Lyre-shaped organ

from Wikipedia, the free encyclopedia

The lyre-shaped organ (also lyriform organ) is one of the sensory organs of arachnids (arachnida). Several split sensory organs are arranged parallel to a group and serve to perceive vibrations in the environment.

Arachnids can vibrate across a substrate, e.g. B. spread the ground, leaves or a spider web, perceive through their lyre-shaped organs. These are found in large numbers all over the body, but especially on the legs. This allows them to determine whether there are potential prey or enemies nearby. The spiders of the genus Dolomedes , which can walk on the surface of the water, use these sensory organs to locate insects that have fallen into the water. An important task of the lyre-shaped organs in the vicinity of joints is also to provide information about the position of the limbs in relation to one another. So they can also serve as proprioceptors .

The perception of air vibrations, on the other hand, is mostly carried out by other mechanoreceptors in arachnids, the trichobothria . The scorpions have no lyre-shaped organs. In this group of arachnids, the fissile organs are distributed irregularly over different areas of the body.

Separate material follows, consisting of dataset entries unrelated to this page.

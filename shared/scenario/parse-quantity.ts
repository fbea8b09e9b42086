import type { Unit } from 'mathjs';
import { DIMENSION_INFO, type Dimension } from './dimension';
import type { ScenarioIssue } from './scenario-issue';
import { unitMath } from './unit-math';

/** The outcome of reading one dimensional value: its SI number, or an issue naming the field. */
export type QuantityResult =
  { success: true; value: number } | { success: false; issue: ScenarioIssue };

const DIMENSION_ORDER: readonly Dimension[] = [
  'length',
  'area',
  'volume',
  'time',
  'flow',
  'power',
  'temperature',
];

/** Names the dimension of a parsed unit for an error message ("a time", "a flow rate"...). */
function describeDimension(unit: Unit): string {
  for (const dimension of DIMENSION_ORDER) {
    const info = DIMENSION_INFO[dimension];
    if (unit.equalBase(unitMath.unit(1, info.siUnit))) return info.noun;
  }
  return 'a quantity of another kind';
}

function failure(path: string, dimension: Dimension, got: string): QuantityResult {
  const info = DIMENSION_INFO[dimension];
  return {
    success: false,
    issue: { path, message: `Expected ${info.noun} such as ${info.example}; got ${got}.` },
  };
}

function readUnitString(text: string): Unit | undefined {
  try {
    return unitMath.unit(text.trim());
  } catch {
    return undefined;
  }
}

/**
 * Reads a dimensional value from a scenario: a finite number is taken in SI (m, m², m³, s, m³/s,
 * W; degrees Celsius for temperature); a string is parsed by mathjs with its unit, e.g. "25 mm",
 * "1 in", "300 L/h", "5 gal/min", "2 h", "24 degC". A string without a unit is read like a number.
 * A value of the wrong dimension is an issue at `path` that says what was expected.
 */
export function parseQuantity(value: unknown, dimension: Dimension, path: string): QuantityResult {
  if (typeof value === 'number') {
    return Number.isFinite(value)
      ? { success: true, value }
      : failure(path, dimension, String(value));
  }
  if (typeof value !== 'string') return failure(path, dimension, describeValue(value));
  const unit = readUnitString(value);
  if (unit === undefined || unit.value === null) {
    return failure(path, dimension, `"${value}", which is not a number with a known unit`);
  }
  if (unit.units.length === 0) return { success: true, value: unit.toNumber() };
  const info = DIMENSION_INFO[dimension];
  if (dimension === 'dimensionless' || !unit.equalBase(unitMath.unit(1, info.siUnit))) {
    return failure(path, dimension, `"${value}", which is ${describeDimension(unit)}`);
  }
  // 15 significant digits drop the binary noise of the conversion (26.6 mm → 0.0266, not ...02).
  const si = Number(unit.toNumber(info.siUnit).toPrecision(15));
  return Number.isFinite(si)
    ? { success: true, value: si }
    : failure(path, dimension, `"${value}"`);
}

function describeValue(value: unknown): string {
  if (value === null) return 'null';
  if (Array.isArray(value)) return 'a list';
  return `a value of type ${typeof value}`;
}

Gaubert first used the term lyre-shaped organ in his work Note sur les organes lyriformes des Arachnides in 1890 . He used it to describe sensory organs arranged in parallel, which are reminiscent of the strings of a lyre due to their different lengths. The cleft sense organs are narrow pit-like depressions in the cuticle , which are covered by a thin membrane. This transfers deformations, which arise from pressure on the relatively rigid cuticle, to two nerve endings , which transmit the stimulus. More than 20 sensory cleft organs can be arranged next to one another. Their lengths can be between 15 and 120 micrometers. Model tests have shown that this arrangement improves the perception of different stimuli and the intensity of the stimuli can be differentiated over a wide range.

Substrate vibrations can also be used by the spiders for communication and perceived with the lyre-shaped organs. As soon as a male spider encounters a female's pheromone trail , it drums high-frequency signals with the pedipalps onto the substrate, which the female can still decipher at a distance of one to two meters. The female responds with a specific signal. The temporal pattern of drumming and the proportion of low-frequency vibrations that are additionally generated by the males with the opisthosoma differ in different species of spiders.

literature

Individual evidence

  1. ^ Paul Gaubert: Note sur les organes lyriformes des Arachnides. In: Bulletin de la Société Philomatique de Paris, Series 8 , Vol. 3 (1890), Issue 1, pp. 14-16.
  2. ^ Friedrich G. Barth and Peter Pickelmann: Lyriform slit sense organs. Modeling on an arthropod mechanoreceptor. In: Journal of Comparative Physiology / A: Neuroethology, Sensory, Neural, and Behavioral Physiology , Vol. 103 (1975), Issue 1, pp. 39-54, ISSN  0340-7594
  3. Gerhard Heldmaier and Gerhard Neuweiler: Comparative Animal Physiology, Vol. 1: Neuro- and Sensory Physiology , p. 166.